5. Tommy Scott says:

@The Physicist, Actually I believe that I can prove there is a rational value for pi. But I will not demonstrate it here. This is paradigm changing stuff and I’m not just going to lay it at your feet. I assure you, though, there almost certainly must be a rational pi. Once I consult with some mathematicians that I trust, the results will ultimately be published. Unless I am completely wrong in which case I will humbly admit it.

6. Greg ROBERT says:

This is a well written and comprehensive article.
I have but one quibble.

You blurred some what the difference between pure math and applied math. The job for physics is to describe and predict and we find, as someone said, mathematics to be unreasonably good at this. Or is it?

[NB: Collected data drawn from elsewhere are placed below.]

def build_fleet_workbook(result, summary: dict):
    """The fleet workbook as an :class:`openpyxl.Workbook` (not saved).

    Sheets (:data:`SHEETS`): ``Routes`` (one row per vehicle; PV saving, avoided tonnes
    and abatement cost as formulas; plan and fleet totals by ``SUMIFS``/``SUM``),
    ``Order`` (links to Routes, cumulative sums), ``Yearly`` (saving and avoided as
    as-is − plan, cumulative sums, totals, present values by ``NPV`` over the named
    ``discount_rate``), ``Depot`` (the plan's power per interval of the day per truck,
    totals, the peak as ``MAX``, per-truck shares by formula), ``Notes`` (cautions,
    method, warnings, the base scenario's inputs and their sources).

    Parameters
    ----------
    result : tco.fleet.FleetResult
    summary : dict
        Its ``fleet.json`` content.
    """
    return _FleetBook(result, summary).build()


def write_fleet_workbook(result, summary: dict, path) -> None:
    """Write :func:`build_fleet_workbook` to ``path`` (``.xlsx``)."""
    from tco.report.workbook_values import save_with_values

    save_with_values(build_fleet_workbook(result, summary), Path(path))


# =========================================================================== writer
def write_fleet_outputs(result, out_root, json_only: bool = False,
                        progress=None) -> list[Path]:
    """Write the fleet outputs into ``out_root/<slug>/``, all or nothing.

    Parameters
    ----------
    result : tco.fleet.FleetResult
    out_root : str or Path
        Output root; the files go into its ``<base scenario slug>`` folder.
    json_only : bool
        Write ``fleet.json`` only.
    progress : tco.progress.Steps, optional

    Returns
    -------
    list of Path
        The files written (:data:`FILES` order; only ``fleet.json`` with ``json_only``).

    Raises
    ------
    InputError
        The output folder cannot be written, or the report tried to fetch an outside
        resource (a defect: nothing is moved into place then).
    """
    target = Path(out_root) / result.base.slug
    summary = build_fleet_summary(result)
    page = summary["study"]["page_size"]
    names = ["fleet.json"]
    with staged_output(target) as stage:
        (stage / "fleet.json").write_text(dumps(summary), encoding="utf-8")
        if not json_only:
            if progress:
                progress.start("fleet report: charts and text")
            context = build_fleet_context(result, summary)
            write_html_and_pdf(lambda for_print: render_fleet_html(
                context, for_print=for_print, page_size=page), stage, "fleet-report",
                "the fleet report", progress=progress)
            if progress:
                progress.start("writing the fleet workbook")
            write_fleet_workbook(result, summary, stage / "fleet-workbook.xlsx")
            names += ["fleet-report.html", "fleet-report.pdf", "fleet-workbook.xlsx"]
    return [target / n for n in names]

What I’m talking about is the philosopohical debate about whether mathematics is invented or discovered. As well as whether it has anything to do with reality other than providing an extremely useful tool for description/predictions. Whether there is any tangible connection between the two is a question well beyond us at this time.

Just because mathematical equations LOOK like the “truth” that doesn’t mean they actually ARE the truth.